You have designed your “SendAPIRequest” method as a blocking request. This doesn’t work as per definition a blocking request blocks until it finishes. So it’s impossible for your method to actually return a JSONNode if you want it non-blocking. This piece of code will block until the www request is done:
while (!theWWW.isDone)
{
// meanwhile //
}
All your main thread does while the request is pending is running this one single loop. Unity can not continue if you don’t give the control back to Unity.
Any asynchronous tasks that run in the background need to use some sort of producer - consumer pattern or use callbacks to handle the data once it has finished loading. Generally callbacks are the most simple solution. Though if you have really large amount of json text, the parsing could cause some performance problems as well. In this case you could do the parsing on a seperate thread (as far as i remember SimpleJSON should work on a seperate thread). In case of using threads for parsing you have to use some sort of thread-safe buffer to hand over the result from the loading thread to the main thread.
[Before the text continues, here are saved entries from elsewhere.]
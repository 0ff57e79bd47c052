import type { Metadata } from "next";
import { Suspense } from "react";
import { AuthShell } from "@/components/ui/controls";
import { ResetPassword } from "@/components/account/token-actions";

export const metadata: Metadata = { title: "Choose a new password" };

export default function Page() {
  return (
    <AuthShell title="Choose a new password">
      <Suspense>
        <ResetPassword />
      </Suspense>
    </AuthShell>
  );
}
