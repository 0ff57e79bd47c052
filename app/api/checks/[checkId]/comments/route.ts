import { z } from "zod";
import { commentInput } from "@/lib/schemas/records";
import { answers } from "@/lib/api/contract";
import { route, uuidParam } from "@/server/http";
import { readableCheck, visibleComments } from "@/server/access";
import { apply } from "@/server/appliers";
import { write } from "@/server/write";
import { db } from "@/db/connection";
import { listComments } from "@/db/queries/clubs";

const params = z.object({ checkId: uuidParam });

export const GET = route({ response: answers.comments, params }, async ({ user, params }) => {
  const a = await readableCheck(db(), user, params.checkId);
  // a check shared with several clubs: each club's mentors read their own thread and the owner's words
  return {
    items: visibleComments(a, user, await listComments(db(), params.checkId)).map(
      ({ id, checkId, valve, body, createdAt, authorId, authorName }) => ({
        id,
        checkId,
        valve,
        body,
        createdAt,
        authorId,
        authorName,
      }),
    ),
  };
});

/** The owner and the mentors of a sharing club comment on the check or on one valve. */
export const POST = route(
  { response: answers.comment, params, body: commentInput, status: 201 },
  async ({ user, params, body }) => {
    const id = body.id ?? crypto.randomUUID();
    const comment = await write(user, async (w) => {
      await apply(w, "comment.add/1", { ...body, id, checkId: params.checkId });
      return (await listComments(w.tx, params.checkId)).find((c) => c.id === id)!;
    });
    return {
      comment: {
        id: comment.id,
        checkId: comment.checkId,
        valve: comment.valve,
        body: comment.body,
        createdAt: comment.createdAt,
        authorId: comment.authorId,
        authorName: comment.authorName,
      },
    };
  },
);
We don’t see what you actually do with the parsed json data. However the general pattern with callbacks would look something like this:
private void SendAPIRequest(string aUrl, string aRequest = "{}", System.Action<JSONNode> aCallback)
{
StartCoroutine(aUrl, aRequest, aCallback);
}
IEnumerator LoadJSON(string aUrl, string aRequest = "{}", System.Action<JSONNode> aCallback)
{
UnityWebRequest www = UnityWebRequest.Post(url, request);
www.SetRequestHeader("Content-Type", "application/json");
www.SendWebRequest();
yield return www;
var responseData = www.downloadHandler.text;
JSONNode response = JSON.Parse(responseData);
if (aCallback != null)
aCallback(response);
}
Now you can actually “send” an API request and get a callback when it finishes. Like that:
SendAPIRequest("https://my.server.tld/path", yourRequestData, (response)=>{
// do something with the "response"
});
Note that you don’t have to use a lambda expression / anonymous delegate. You can simply use an ordinary method like this:
SendAPIRequest("https://my.server.tld/path", yourRequestData, OnApiRequestDone);
// [ ... ]
void OnApiRequestDone(JSONNode aResponse)
{
// do something with the "aResponse"
}
This is exactly the same. “OnApiRequestDone” will be called once the coroutine has finished loading the data from the server and directly passes on the parsed JSONNode.
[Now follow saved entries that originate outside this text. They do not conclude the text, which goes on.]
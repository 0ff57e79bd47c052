CREATE TABLE `auth_tokens` (
	`id` char(36) NOT NULL,
	`user_id` char(36) NOT NULL,
	`purpose` enum('verify','reset','signin') NOT NULL,
	`token_hash` char(64) NOT NULL,
	`expires_at` timestamp(3) NOT NULL,
	`used_at` timestamp(3),
	`created_at` timestamp(3) NOT NULL DEFAULT (now()),
	CONSTRAINT `auth_tokens_id` PRIMARY KEY(`id`),
	CONSTRAINT `auth_tokens_hash_uq` UNIQUE(`token_hash`)
);
--> statement-breakpoint
CREATE TABLE `change_versions` (
	`version` bigint unsigned AUTO_INCREMENT NOT NULL,
	`at` timestamp(3) NOT NULL DEFAULT (now()),
	CONSTRAINT `change_versions_version` PRIMARY KEY(`version`)
);
--> statement-breakpoint
CREATE TABLE `checks` (
	`id` char(36) NOT NULL,
	`engine_id` char(36) NOT NULL,
	`owner_id` char(36) NOT NULL,
	`odometer` decimal(10,1) NOT NULL,
	`measured_hot` boolean NOT NULL DEFAULT false,
	`status` enum('measuring','planned','fitting','verifying','closed') NOT NULL DEFAULT 'measuring',
	`notes` text,
	`started_at` timestamp(3) NOT NULL DEFAULT (now()),
	`closed_at` timestamp(3),
	`version` bigint unsigned NOT NULL DEFAULT 0,
	`created_at` timestamp(3) NOT NULL DEFAULT (now()),
	`updated_at` timestamp(3) NOT NULL DEFAULT (now()) ON UPDATE CURRENT_TIMESTAMP,
	CONSTRAINT `checks_id` PRIMARY KEY(`id`)
);
--> statement-breakpoint
CREATE TABLE `clubs` (
	`id` char(36) NOT NULL,
	`name` varchar(120) NOT NULL,
	`created_by` char(36) NOT NULL,
	`created_at` timestamp(3) NOT NULL DEFAULT (now()),
	`updated_at` timestamp(3) NOT NULL DEFAULT (now()) ON UPDATE CURRENT_TIMESTAMP,
	CONSTRAINT `clubs_id` PRIMARY KEY(`id`)
);
--> statement-breakpoint
CREATE TABLE `comments` (
	`id` char(36) NOT NULL,
	`check_id` char(36) NOT NULL,
	`author_id` char(36) NOT NULL,
	`valve` varchar(16),
	`body` text NOT NULL,
	`version` bigint unsigned NOT NULL DEFAULT 0,
	`created_at` timestamp(3) NOT NULL DEFAULT (now()),
	`updated_at` timestamp(3) NOT NULL DEFAULT (now()) ON UPDATE CURRENT_TIMESTAMP,
	CONSTRAINT `comments_id` PRIMARY KEY(`id`)
);
--> statement-breakpoint
CREATE TABLE `engines` (
	`id` char(36) NOT NULL,
	`owner_id` char(36) NOT NULL,
	`name` varchar(120) NOT NULL,
	`cylinders` smallint NOT NULL,
	`intake_per_cylinder` smallint NOT NULL,
	`exhaust_per_cylinder` smallint NOT NULL,
	`firing_order` json NOT NULL,
	`firing_angles` json,
	`ivo` smallint NOT NULL DEFAULT 20,
	`ivc` smallint NOT NULL DEFAULT 50,
	`evo` smallint NOT NULL DEFAULT 50,
	`evc` smallint NOT NULL DEFAULT 20,
	`intake_min` decimal(8,5) NOT NULL,
	`intake_max` decimal(8,5) NOT NULL,
	`intake_target` decimal(8,5),
	`exhaust_min` decimal(8,5) NOT NULL,
	`exhaust_max` decimal(8,5) NOT NULL,
	`exhaust_target` decimal(8,5),
	`measured_hot` boolean NOT NULL DEFAULT false,
	`shim_min` decimal(8,5),
	`shim_max` decimal(8,5),
	`shim_step` decimal(8,5),
	`shim_sizes` json,
	`shim_diameter` decimal(8,5),
	`assembled_shim` decimal(8,5),
	`display_unit` enum('mm','in') NOT NULL DEFAULT 'mm',
	`odometer_unit` enum('km','mi','h') NOT NULL DEFAULT 'km',
	`mirrored` boolean NOT NULL DEFAULT false,
	`version` bigint unsigned NOT NULL DEFAULT 0,
	`created_at` timestamp(3) NOT NULL DEFAULT (now()),
	`updated_at` timestamp(3) NOT NULL DEFAULT (now()) ON UPDATE CURRENT_TIMESTAMP,
	CONSTRAINT `engines_id` PRIMARY KEY(`id`)
);
--> statement-breakpoint
CREATE TABLE `invites` (
	`id` char(36) NOT NULL,
	`club_id` char(36) NOT NULL,
	`email` varchar(254) NOT NULL,
	`role` enum('mechanic','mentor','admin') NOT NULL DEFAULT 'mechanic',
	`token_hash` char(64) NOT NULL,
	`invited_by` char(36) NOT NULL,
	`expires_at` timestamp(3) NOT NULL,
	`accepted_at` timestamp(3),
	`created_at` timestamp(3) NOT NULL DEFAULT (now()),
	CONSTRAINT `invites_id` PRIMARY KEY(`id`),
	CONSTRAINT `invites_token_uq` UNIQUE(`token_hash`)
);
--> statement-breakpoint
CREATE TABLE `memberships` (
	`id` char(36) NOT NULL,
	`club_id` char(36) NOT NULL,
	`user_id` char(36) NOT NULL,
	`role` enum('mechanic','mentor','admin') NOT NULL,
	`created_at` timestamp(3) NOT NULL DEFAULT (now()),
	CONSTRAINT `memberships_id` PRIMARY KEY(`id`),
	CONSTRAINT `memberships_club_user_role_uq` UNIQUE(`club_id`,`user_id`,`role`)
);
--> statement-breakpoint
CREATE TABLE `notices` (
	`id` char(36) NOT NULL,
	`to_user_id` char(36),
	`to_email` varchar(254) NOT NULL,
	`kind` varchar(40) NOT NULL,
	`subject` varchar(200) NOT NULL,
	`body` text NOT NULL,
	`status` enum('queued','sending','sent','failed') NOT NULL DEFAULT 'queued',
	`claim_token` char(36),
	`claimed_until` timestamp(3),
	`attempts` smallint NOT NULL DEFAULT 0,
	`next_attempt_at` timestamp(3) NOT NULL DEFAULT (now()),
	`last_error` varchar(500),
	`created_at` timestamp(3) NOT NULL DEFAULT (now()),
	`updated_at` timestamp(3) NOT NULL DEFAULT (now()) ON UPDATE CURRENT_TIMESTAMP,
	CONSTRAINT `notices_id` PRIMARY KEY(`id`)
);
--> statement-breakpoint
CREATE TABLE `reading_history` (
	`id` char(36) NOT NULL,
	`reading_id` char(36) NOT NULL,
	`previous` json NOT NULL,
	`replaced_at` timestamp(3) NOT NULL DEFAULT (now()),
	CONSTRAINT `reading_history_id` PRIMARY KEY(`id`)
);
--> statement-breakpoint
CREATE TABLE `readings` (
	`id` char(36) NOT NULL,
	`check_id` char(36) NOT NULL,
	`owner_id` char(36) NOT NULL,
	`valve` varchar(16) NOT NULL,
	`round` smallint NOT NULL DEFAULT 0,
	`installed_stamp` decimal(8,5),
	`installed_micrometer` decimal(8,5),
	`feeler_go` decimal(8,5),
	`feeler_no_go` decimal(8,5),
	`measured` decimal(8,5),
	`method` enum('feeler','typed') NOT NULL DEFAULT 'feeler',
	`fitted_shim` decimal(8,5),
	`fitted_at` timestamp(3),
	`version` bigint unsigned NOT NULL DEFAULT 0,
	`created_at` timestamp(3) NOT NULL DEFAULT (now()),
	`updated_at` timestamp(3) NOT NULL DEFAULT (now()) ON UPDATE CURRENT_TIMESTAMP,
	CONSTRAINT `readings_id` PRIMARY KEY(`id`),
	CONSTRAINT `readings_check_valve_round_uq` UNIQUE(`check_id`,`valve`,`round`)
);
--> statement-breakpoint
CREATE TABLE `rejected_mutations` (
	`id` char(36) NOT NULL,
	`client_id` char(36) NOT NULL,
	`mutation_id` bigint unsigned NOT NULL,
	`name` varchar(60) NOT NULL,
	`reason` varchar(500) NOT NULL,
	`created_at` timestamp(3) NOT NULL DEFAULT (now()),
	CONSTRAINT `rejected_mutations_id` PRIMARY KEY(`id`),
	CONSTRAINT `rejected_client_mutation_uq` UNIQUE(`client_id`,`mutation_id`)
);
--> statement-breakpoint
CREATE TABLE `shares` (
	`id` char(36) NOT NULL,
	`check_id` char(36) NOT NULL,
	`club_id` char(36) NOT NULL,
	`shared_by` char(36) NOT NULL,
	`verdict` enum('close-up','measure-again','stop-and-ask'),
	`verdict_by` char(36),
	`verdict_at` timestamp(3),
	`withdrawn_at` timestamp(3),
	`version` bigint unsigned NOT NULL DEFAULT 0,
	`created_at` timestamp(3) NOT NULL DEFAULT (now()),
	`updated_at` timestamp(3) NOT NULL DEFAULT (now()) ON UPDATE CURRENT_TIMESTAMP,
	CONSTRAINT `shares_id` PRIMARY KEY(`id`),
	CONSTRAINT `shares_check_club_uq` UNIQUE(`check_id`,`club_id`)
);
--> statement-breakpoint
CREATE TABLE `sign_in_attempts` (
	`id` char(36) NOT NULL,
	`attempt_key` varchar(300) NOT NULL,
	`at` timestamp(3) NOT NULL DEFAULT (now()),
	CONSTRAINT `sign_in_attempts_id` PRIMARY KEY(`id`)
);
--> statement-breakpoint
CREATE TABLE `sync_clients` (
	`id` char(36) NOT NULL,
	`user_id` char(36) NOT NULL,
	`last_mutation_id` bigint unsigned NOT NULL DEFAULT 0,
	`created_at` timestamp(3) NOT NULL DEFAULT (now()),
	`updated_at` timestamp(3) NOT NULL DEFAULT (now()) ON UPDATE CURRENT_TIMESTAMP,
	CONSTRAINT `sync_clients_id` PRIMARY KEY(`id`)
);
--> statement-breakpoint
CREATE TABLE `tombstones` (
	`id` char(36) NOT NULL,
	`entity` varchar(30) NOT NULL,
	`entity_id` char(36) NOT NULL,
	`owner_id` char(36) NOT NULL,
	`version` bigint unsigned NOT NULL DEFAULT 0,
	`created_at` timestamp(3) NOT NULL DEFAULT (now()),
	CONSTRAINT `tombstones_id` PRIMARY KEY(`id`)
);
--> statement-breakpoint
CREATE TABLE `tray_items` (
	`id` char(36) NOT NULL,
	`owner_id` char(36) NOT NULL,
	`size` decimal(8,5) NOT NULL,
	`measured_size` boolean NOT NULL DEFAULT false,
	`count` int NOT NULL DEFAULT 0,
	`shim_diameter` decimal(8,5),
	`version` bigint unsigned NOT NULL DEFAULT 0,
	`created_at` timestamp(3) NOT NULL DEFAULT (now()),
	`updated_at` timestamp(3) NOT NULL DEFAULT (now()) ON UPDATE CURRENT_TIMESTAMP,
	CONSTRAINT `tray_items_id` PRIMARY KEY(`id`)
);
--> statement-breakpoint
CREATE TABLE `uploads` (
	`id` char(36) NOT NULL,
	`owner_id` char(36) NOT NULL,
	`check_id` char(36) NOT NULL,
	`reading_id` char(36),
	`comment_id` char(36),
	`object_key` varchar(200) NOT NULL,
	`content_type` varchar(60) NOT NULL,
	`bytes` int NOT NULL,
	`width` smallint,
	`height` smallint,
	`version` bigint unsigned NOT NULL DEFAULT 0,
	`created_at` timestamp(3) NOT NULL DEFAULT (now()),
	CONSTRAINT `uploads_id` PRIMARY KEY(`id`),
	CONSTRAINT `uploads_key_uq` UNIQUE(`object_key`)
);
--> statement-breakpoint
CREATE TABLE `users` (
	`id` char(36) NOT NULL,
	`email` varchar(254) NOT NULL,
	`name` varchar(120) NOT NULL,
	`password_hash` varchar(100),
	`email_verified_at` timestamp(3),
	`display_unit` enum('mm','in') NOT NULL DEFAULT 'mm',
	`notices_by_email` boolean NOT NULL DEFAULT true,
	`session_generation` int NOT NULL DEFAULT 0,
	`created_at` timestamp(3) NOT NULL DEFAULT (now()),
	`updated_at` timestamp(3) NOT NULL DEFAULT (now()) ON UPDATE CURRENT_TIMESTAMP,
	CONSTRAINT `users_id` PRIMARY KEY(`id`),
	CONSTRAINT `users_email_uq` UNIQUE(`email`)
);
--> statement-breakpoint
ALTER TABLE `auth_tokens` ADD CONSTRAINT `auth_tokens_user_id_users_id_fk` FOREIGN KEY (`user_id`) REFERENCES `users`(`id`) ON DELETE cascade ON UPDATE no action;--> statement-breakpoint
ALTER TABLE `checks` ADD CONSTRAINT `checks_engine_id_engines_id_fk` FOREIGN KEY (`engine_id`) REFERENCES `engines`(`id`) ON DELETE cascade ON UPDATE no action;--> statement-breakpoint
ALTER TABLE `checks` ADD CONSTRAINT `checks_owner_id_users_id_fk` FOREIGN KEY (`owner_id`) REFERENCES `users`(`id`) ON DELETE cascade ON UPDATE no action;--> statement-breakpoint
ALTER TABLE `clubs` ADD CONSTRAINT `clubs_created_by_users_id_fk` FOREIGN KEY (`created_by`) REFERENCES `users`(`id`) ON DELETE no action ON UPDATE no action;--> statement-breakpoint
ALTER TABLE `comments` ADD CONSTRAINT `comments_check_id_checks_id_fk` FOREIGN KEY (`check_id`) REFERENCES `checks`(`id`) ON DELETE cascade ON UPDATE no action;--> statement-breakpoint
ALTER TABLE `comments` ADD CONSTRAINT `comments_author_id_users_id_fk` FOREIGN KEY (`author_id`) REFERENCES `users`(`id`) ON DELETE no action ON UPDATE no action;--> statement-breakpoint
ALTER TABLE `engines` ADD CONSTRAINT `engines_owner_id_users_id_fk` FOREIGN KEY (`owner_id`) REFERENCES `users`(`id`) ON DELETE cascade ON UPDATE no action;--> statement-breakpoint
ALTER TABLE `invites` ADD CONSTRAINT `invites_club_id_clubs_id_fk` FOREIGN KEY (`club_id`) REFERENCES `clubs`(`id`) ON DELETE cascade ON UPDATE no action;--> statement-breakpoint
ALTER TABLE `invites` ADD CONSTRAINT `invites_invited_by_users_id_fk` FOREIGN KEY (`invited_by`) REFERENCES `users`(`id`) ON DELETE no action ON UPDATE no action;--> statement-breakpoint
ALTER TABLE `memberships` ADD CONSTRAINT `memberships_club_id_clubs_id_fk` FOREIGN KEY (`club_id`) REFERENCES `clubs`(`id`) ON DELETE cascade ON UPDATE no action;--> statement-breakpoint
ALTER TABLE `memberships` ADD CONSTRAINT `memberships_user_id_users_id_fk` FOREIGN KEY (`user_id`) REFERENCES `users`(`id`) ON DELETE cascade ON UPDATE no action;--> statement-breakpoint
ALTER TABLE `notices` ADD CONSTRAINT `notices_to_user_id_users_id_fk` FOREIGN KEY (`to_user_id`) REFERENCES `users`(`id`) ON DELETE cascade ON UPDATE no action;--> statement-breakpoint
ALTER TABLE `reading_history` ADD CONSTRAINT `reading_history_reading_id_readings_id_fk` FOREIGN KEY (`reading_id`) REFERENCES `readings`(`id`) ON DELETE cascade ON UPDATE no action;--> statement-breakpoint
ALTER TABLE `readings` ADD CONSTRAINT `readings_check_id_checks_id_fk` FOREIGN KEY (`check_id`) REFERENCES `checks`(`id`) ON DELETE cascade ON UPDATE no action;--> statement-breakpoint
ALTER TABLE `readings` ADD CONSTRAINT `readings_owner_id_users_id_fk` FOREIGN KEY (`owner_id`) REFERENCES `users`(`id`) ON DELETE cascade ON UPDATE no action;--> statement-breakpoint
ALTER TABLE `rejected_mutations` ADD CONSTRAINT `rejected_mutations_client_id_sync_clients_id_fk` FOREIGN KEY (`client_id`) REFERENCES `sync_clients`(`id`) ON DELETE cascade ON UPDATE no action;--> statement-breakpoint
ALTER TABLE `shares` ADD CONSTRAINT `shares_check_id_checks_id_fk` FOREIGN KEY (`check_id`) REFERENCES `checks`(`id`) ON DELETE cascade ON UPDATE no action;--> statement-breakpoint
ALTER TABLE `shares` ADD CONSTRAINT `shares_club_id_clubs_id_fk` FOREIGN KEY (`club_id`) REFERENCES `clubs`(`id`) ON DELETE cascade ON UPDATE no action;--> statement-breakpoint
ALTER TABLE `shares` ADD CONSTRAINT `shares_shared_by_users_id_fk` FOREIGN KEY (`shared_by`) REFERENCES `users`(`id`) ON DELETE no action ON UPDATE no action;--> statement-breakpoint
ALTER TABLE `shares` ADD CONSTRAINT `shares_verdict_by_users_id_fk` FOREIGN KEY (`verdict_by`) REFERENCES `users`(`id`) ON DELETE no action ON UPDATE no action;--> statement-breakpoint
ALTER TABLE `sync_clients` ADD CONSTRAINT `sync_clients_user_id_users_id_fk` FOREIGN KEY (`user_id`) REFERENCES `users`(`id`) ON DELETE cascade ON UPDATE no action;--> statement-breakpoint
ALTER TABLE `tray_items` ADD CONSTRAINT `tray_items_owner_id_users_id_fk` FOREIGN KEY (`owner_id`) REFERENCES `users`(`id`) ON DELETE cascade ON UPDATE no action;--> statement-breakpoint
ALTER TABLE `uploads` ADD CONSTRAINT `uploads_owner_id_users_id_fk` FOREIGN KEY (`owner_id`) REFERENCES `users`(`id`) ON DELETE cascade ON UPDATE no action;--> statement-breakpoint
ALTER TABLE `uploads` ADD CONSTRAINT `uploads_check_id_checks_id_fk` FOREIGN KEY (`check_id`) REFERENCES `checks`(`id`) ON DELETE cascade ON UPDATE no action;--> statement-breakpoint
ALTER TABLE `uploads` ADD CONSTRAINT `uploads_reading_id_readings_id_fk` FOREIGN KEY (`reading_id`) REFERENCES `readings`(`id`) ON DELETE set null ON UPDATE no action;--> statement-breakpoint
ALTER TABLE `uploads` ADD CONSTRAINT `uploads_comment_id_comments_id_fk` FOREIGN KEY (`comment_id`) REFERENCES `comments`(`id`) ON DELETE set null ON UPDATE no action;--> statement-breakpoint
CREATE INDEX `checks_engine_idx` ON `checks` (`engine_id`,`started_at`);--> statement-breakpoint
CREATE INDEX `checks_owner_idx` ON `checks` (`owner_id`,`version`);--> statement-breakpoint
CREATE INDEX `comments_check_idx` ON `comments` (`check_id`,`created_at`);--> statement-breakpoint
CREATE INDEX `engines_owner_idx` ON `engines` (`owner_id`,`version`);--> statement-breakpoint
CREATE INDEX `invites_club_idx` ON `invites` (`club_id`);--> statement-breakpoint
CREATE INDEX `memberships_user_idx` ON `memberships` (`user_id`);--> statement-breakpoint
CREATE INDEX `notices_status_next_idx` ON `notices` (`status`,`next_attempt_at`);--> statement-breakpoint
CREATE INDEX `reading_history_reading_idx` ON `reading_history` (`reading_id`);--> statement-breakpoint
CREATE INDEX `readings_owner_idx` ON `readings` (`owner_id`,`version`);--> statement-breakpoint
CREATE INDEX `shares_club_idx` ON `shares` (`club_id`,`created_at`);--> statement-breakpoint
CREATE INDEX `sign_in_attempts_key_at_idx` ON `sign_in_attempts` (`attempt_key`,`at`);--> statement-breakpoint
CREATE INDEX `sync_clients_user_idx` ON `sync_clients` (`user_id`);--> statement-breakpoint
CREATE INDEX `tombstones_owner_idx` ON `tombstones` (`owner_id`,`version`);--> statement-breakpoint
CREATE INDEX `tray_items_owner_idx` ON `tray_items` (`owner_id`,`version`);--> statement-breakpoint
CREATE INDEX `uploads_check_idx` ON `uploads` (`check_id`);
Keep in mind that at the moment there’s no error handling inside this simple coroutine. Usually you want to check if the request was successful (maybe no internet connection? maybe server down?) and communicate that result accordingly. There are generally two ways you can handle this. Some prefer to use two seperate callbacks. One for handling the successful request and one to handle the failure. The other solution is to put the success information into the json result and handle everything in that single callback. Most APIs which use JSON already have some sort of “success” indicator inside the response. So if the request didn’t go through at all you can simply generate your own “failure” response which can be handled in the callback.